Classifier training
After nine focal species had been identified, custom-made single-species classifiers were trained for each focal species using the machine learning clustering software Kaleidoscope Pro v 5.4.8 (Wildlife Acoustics). Each classifier was used to detect and identify vocalizations from one species. Kaleidoscope Pro uses a two-step process for species identification: scanning and clustering. During the scanning step, Kaleidoscope scans the dataset of audio files for sounds that match a set of signal parameters tuned to pick up the focal species. Those matching target sounds are extracted, and Kaleidoscope then clusters those sounds based on similarity, and those clusters can be trained to accurately place vocalizations from the focal species into one cluster, while noise and similar sounding species go in other clusters. Appropriate signal parameters were chosen by measuring the minimum frequency, maximum frequency, minimum motif duration, maximum motif duration, and maximum inter-syllable gap of five unattenuated recordings of each focal species. Unattenuated vocalizations were collected from among the site recordings and found during the manual identification step. Absolute minima and absolute maxima, rather than averages, were used to ensure the edges of detected vocalizations were not lost during the scanning step. Spectrogram measurements were taken in Raven Pro v 1.6.4 (Cornell Lab of Ornithology, Ithaca, NY, USA). Signal detection parameters for each species classifier can be found in Table 1.
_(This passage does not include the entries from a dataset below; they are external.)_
"""Write what is committed although it is generated.

Run from anywhere: ``python tests/records/write_committed.py``. It writes the JSON
Schemas of `record.json`, `choice.json`, panel files, validations and the study file,
and the signatures of the public functions; the tests only compare.
"""

import inspect
import json
from pathlib import Path

import panelkit
from panelkit.config.study_schema import study_schema
from panelkit.records import Choice, PanelContent, RunRecord, Validation
from panelkit.records.schema import json_schema

REPOSITORY = Path(__file__).parents[2]
COMMAND = "python tests/records/write_committed.py"


def bare(parameter):
    """Return a parameter as text: name, kind and default; types are mypy's affair."""
    default = parameter.default
    if inspect.isfunction(default):
        return f"{parameter.name}={default.__name__}"
    return str(parameter.replace(annotation=inspect.Parameter.empty))


def signatures():
    """Return the public functions with arguments and defaults, one a paragraph."""
    parts = []
    for name in sorted(panelkit.__all__):
        thing = getattr(panelkit, name)
        if not inspect.isfunction(thing):
            continue
        parameters = inspect.signature(thing).parameters.values()
        lines = [f"    {bare(parameter)}," for parameter in parameters]
        kinds = [parameter.kind for parameter in parameters]
        if inspect.Parameter.KEYWORD_ONLY in kinds:
            lines.insert(kinds.index(inspect.Parameter.KEYWORD_ONLY), "    *,")
        parts.append("\n".join([f"{name}(", *lines, ")"]))
    return "\n\n".join(parts) + "\n"


def committed():
    """Return every committed file's name, relative to the repository, and content."""
    schemas = {
        "panelkit/records/schemas/record.json": json_schema(RunRecord),
        "panelkit/records/schemas/choice.json": json_schema(Choice),
        "panelkit/records/schemas/panel.json": json_schema(PanelContent),
        "panelkit/records/schemas/validation.json": json_schema(Validation),
        "panelkit/config/schemas/study.json": study_schema(),
    }
    texts = {
        name: json.dumps(schema, indent=2, ensure_ascii=False) + "\n"
        for name, schema in schemas.items()
    }
    return {**texts, "tests/public_signatures.txt": signatures()}


if __name__ == "__main__":
    for name, text in committed().items():
        path = REPOSITORY / name
        path.parent.mkdir(parents=True, exist_ok=True)
        path.write_text(text, encoding="utf-8")
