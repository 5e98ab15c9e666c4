"""``panelkit check``: what was noticed about the data."""

from dataclasses import asdict
from pathlib import Path

import click

from panelkit.cli.screen import console, show_findings, show_json, show_table
from panelkit.errors import InputDataError
from panelkit.workflow import check_study

__all__ = ["command"]


@click.command("check")
@click.argument("study", type=click.Path(path_type=Path))
@click.option("--json", "as_json", is_flag=True, help="Print the findings as JSON.")
@click.option("--quiet", is_flag=True, help="Print nothing; the exit code tells.")
def command(study: Path, as_json: bool, quiet: bool) -> None:
    """Read the data of STUDY and say what was noticed; 3 when results would mislead."""
    cohort = check_study(study)
    if as_json:
        show_json(
            {
                "findings": [asdict(item) for item in cohort.findings],
                "flow": [asdict(row) for row in cohort.flow],
            }
        )
    elif not quiet:
        show_findings(cohort.findings)
        show_table(
            "participant flow",
            [
                "class",
                "received",
                "matched",
                "with outcome",
                "kept",
                "analysed",
                "set aside",
            ],
            [
                [str(value) or "(none)" for value in asdict(row).values()]
                for row in cohort.flow
            ],
            right=(1, 2, 3, 4, 5, 6),
        )
        console().print(
            f"{cohort.n_samples} samples of {cohort.design.n_subjects} subjects, "
            f"{cohort.n_features:,} features.",
            markup=False,
        )
    stops = cohort.findings.of("stop")
    if stops and quiet:
        click.get_current_context().exit(InputDataError.exit_code)
    if stops:
        raise InputDataError(
            code="stop-found",
            where=str(study),
            what=f"{len(stops)} finding(s) say that results would mislead",
            accepted="no `stop` finding, or a written reason for each under [cohort] "
            "accept",
            next_step="Read the findings above",
        )
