def shortlist_results():
    return records.ShortlistResults(
        study="study.toml",
        outcome="response: yes against no",
        n_samples=N_SAMPLES,
        n_subjects=3,
        features=cohort().features,
        n_candidates_asked=2,
        findings=findings(),
        bound=bound(),
        shortlist=shortlist_table(),
        paths=path_frequencies(),
        convergence=convergence(),
        companions=companions(),
        null=null_shortlist(),
        selectors=(selector_result(),),
        agreement=agreement(),
    )


def frontier_row(maker="frequency", size=2):
    return records.FrontierRow(
        panel=f"{maker}-{size}",
        maker=maker,
        size=size,
        markers=("F0", "F1")[:size],
        metric_of="procedure",
        metric=0.8,
        metric_low=0.7,
        metric_high=0.9,
        metric_se_naive=0.02,
        metric_se_corrected=0.03,
        slope=0.9,
        cost_total=Decimal("1200.50"),
        cost_per_result=Decimal("12.01"),
        cost_total_high=None,
        platform="wells",
        on_frontier=True,
        chosen_by="smallest-within-one-se",
    )


def frontier():
    return records.Frontier((frontier_row(), frontier_row("univariate", 1)))


def headline(low=0.7):
    return records.Headline("the procedure", 0.8, low, 0.9, True, "A sentence.")


def choice():
    rule = records.RuleChoice(
        "smallest-within-one-se", True, "frequency-2", {"metric": 0.8}, "A sentence."
    )
    return records.Choice(headline(), (rule,))


def comparator():
    return records.Comparator("majority class", 0, 0.5, np.nan, np.nan, "A sentence.")


def assay():
    return records.AssayPrice(
        marker="F0", platform="wells", tiers=((1, Decimal("2.50")), (9, Decimal(2)))
    )


def panel_cost():
    return records.PanelCost(
        currency="EUR",
        platform="wells",
        lines=(records.CostLine("reagents", Decimal("9.50"), Decimal("10.00")),),
        **dict.fromkeys(
            (
                "total",
                "total_high",
                "cost_per_result",
                "cost_per_result_high",
                "one_off",
                "recurring",
                "per_year",
            ),
            Decimal("9.50"),
        ),
        samples_run=10,
        results=Fraction(19, 2),
        pools=1,
        groups=(1,),
        samples_per_run=(96,),
        runs=1,
        positions_per_run=96,
        filled_positions=12,
        control_positions=2,
        preparations=0,
    )


def path_set():
    return records.PathSet(
        family="gaussian",
        n_features=N_FEATURES,
        penalties=floats(2, 2),
        largest_penalty=floats(2),
        certificate=floats(2, 2),
        entry_order=(whole(2), whole(1)),
        entries=(whole(2), whole(1)),
        intercepts=floats(2, 2),
        coefficient_features=(whole(2), whole(1)),
        coefficient_values=(floats(2), floats(1)),
        coefficient_borders=np.array([[0, 1, 2], [0, 0, 1]]),
        covariate_coefficients=floats(2, 2, 1),
    )


def cost_of_folds():
    return records.CostOfFolds(Decimal(20), Decimal(10), Decimal(30), 6, 6)


def run_summary():
    return records.RunSummary(
        study="study.toml",
        outcome="response: yes against no",
        n_samples=N_SAMPLES,
        n_subjects=3,
        n_features=N_FEATURES,
        confidence=0.95,
        scheme="2 folds",
        preparation=("filter",),
        findings=findings(),
        flow=cohort().flow,
        bound=bound(),
        shortlist=shortlist_table(),
        frontier=frontier(),
        choice=choice(),
        comparators=(comparator(),),
        costs=(panel_cost(),),
        statement={},
        provenance={},
        aftermath=records.Aftermath((), (), (), (), (), ()),
        metric="auc",
        metric_words="area under the ROC curve",
        no_skill=0.5,
        fold_costs=cost_of_folds(),
    )


TEN = Decimal("10.00")


def break_even():
    crossing = records.Crossing(2, "B", TEN)
    return records.BreakEven(2, (crossing,), 2, 3, (1, 2), (TEN, TEN), (TEN, TEN))


def cost_sheet():
    row = records.SheetAssay(
        "F0", "marker", 1, TEN, TEN, None, None, (), False, Decimal(0), 1
    )
    return records.CostSheet(
        "A", panel_cost(), 2, (("samples", 10),), ((0, TEN),), (1,), (row,)
    )


def scenario():
    return records.ScenarioAnswer(
        "A", ("F0",), (panel_cost(),), (), None, (), None, (), (), cost_sheet()
    )


def panel_content():
    nan = float("nan")
    return records.PanelContent(
        panel_format=1,
        content_sha256="0" * 64,
        name="frequency-1",
        study="study.toml",
        outcome="response",
        negative="no",
        positive="yes",
        design="cohort",
        prevalence=nan,
        steps=(records.AssayStep("log2", "log2", {"offset": 1.0}),),
        references=(records.PanelReference("R1", 8.0),),
        markers=(
            records.PanelMarker(
                "F1", "", "", 1.0, 8.0, 1.0, 9.0, 1.0, 9.0, 5.0, 1.0, (4.0, 6.0), 1.0
            ),
        ),
        intercept=-5.0,
        cutoffs=(
            records.CutOff(
                "youden", 0.5, 0.0, 0.4, 0.6, 0.45, 0.55, 0.8, 0.7, 0.9, 0.8, 0.7, 0.9,
                nan, nan, nan, 0.2, "words",
            ),
        ),
        fallbacks=(records.Fallback("F1", 0.0, {}, 0.7, 0.1, 0.0, 0.2, "words"),),
        ridge_penalty=0.1,
        honest=records.HonestFigures("procedure", 0.8, 0.7, 0.9, 0.9, 0.9, "words"),
        training=records.TrainingRows(
            10, 10, 5, 0.5, 0.0, 1.0, ("aa",), ("bb",), {"samples": "0" * 64}
        ),
        record_sha256="0" * 64,
        seed=1,
        versions={"panelkit": "0.1.0"},
        parent=records.Parent("0" * 64, "intercept", 0.1, 1.0, 10, 5, "words"),
        cautions=("research use",),
    )  # fmt: skip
Once appropriate signal parameters had been identified, a training dataset was compiled for each species. For each classifier, the training dataset contained a) examples of vocalizations from the focal species at the study site, b) randomly selected audio files from the study site which did not include vocalizations from the focal species to be used as negative examples, c) clean recordings of the focal species obtained from the online sound library Xeno-Canto (xeno-canto.org), and d) example audio recordings from the cohort of non-focal species which occur at the study site, also from Xeno-Canto. Setting up the training datasets this way ensured that there were clear examples of the focal species’ vocalization as well as realistic examples containing the type of interfering background noise experienced at the site. Recordings of non-focal species and of random audio from the study site were used as negative examples, i.e., potentially similar sounding vocalizations and background noise which the classifier was trained to identify as non-target sounds. The amount of data for each category can be found in Table 1. Using non-bat analysis mode, Kaleidoscope was then employed to scan and cluster the recordings from the training dataset, using 2.0 max distance from cluster center to include inputs, a 5.33ms FFT window, 12 max states, 0.5 max distance from cluster center for building clusters, and 500 max clusters. Among all the resulting clusters which contained at least one detection of the focal species, detections were manually re-classified as either the focal species or noise. Clusters which did not contain the focal species were left as is. These edited cluster IDs were then used to create a new clustering algorithm. The training and re-clustering steps were repeated for multiple iterations until the accuracy reached 80% or improvement plateaued, resulting in the final trained classifiers.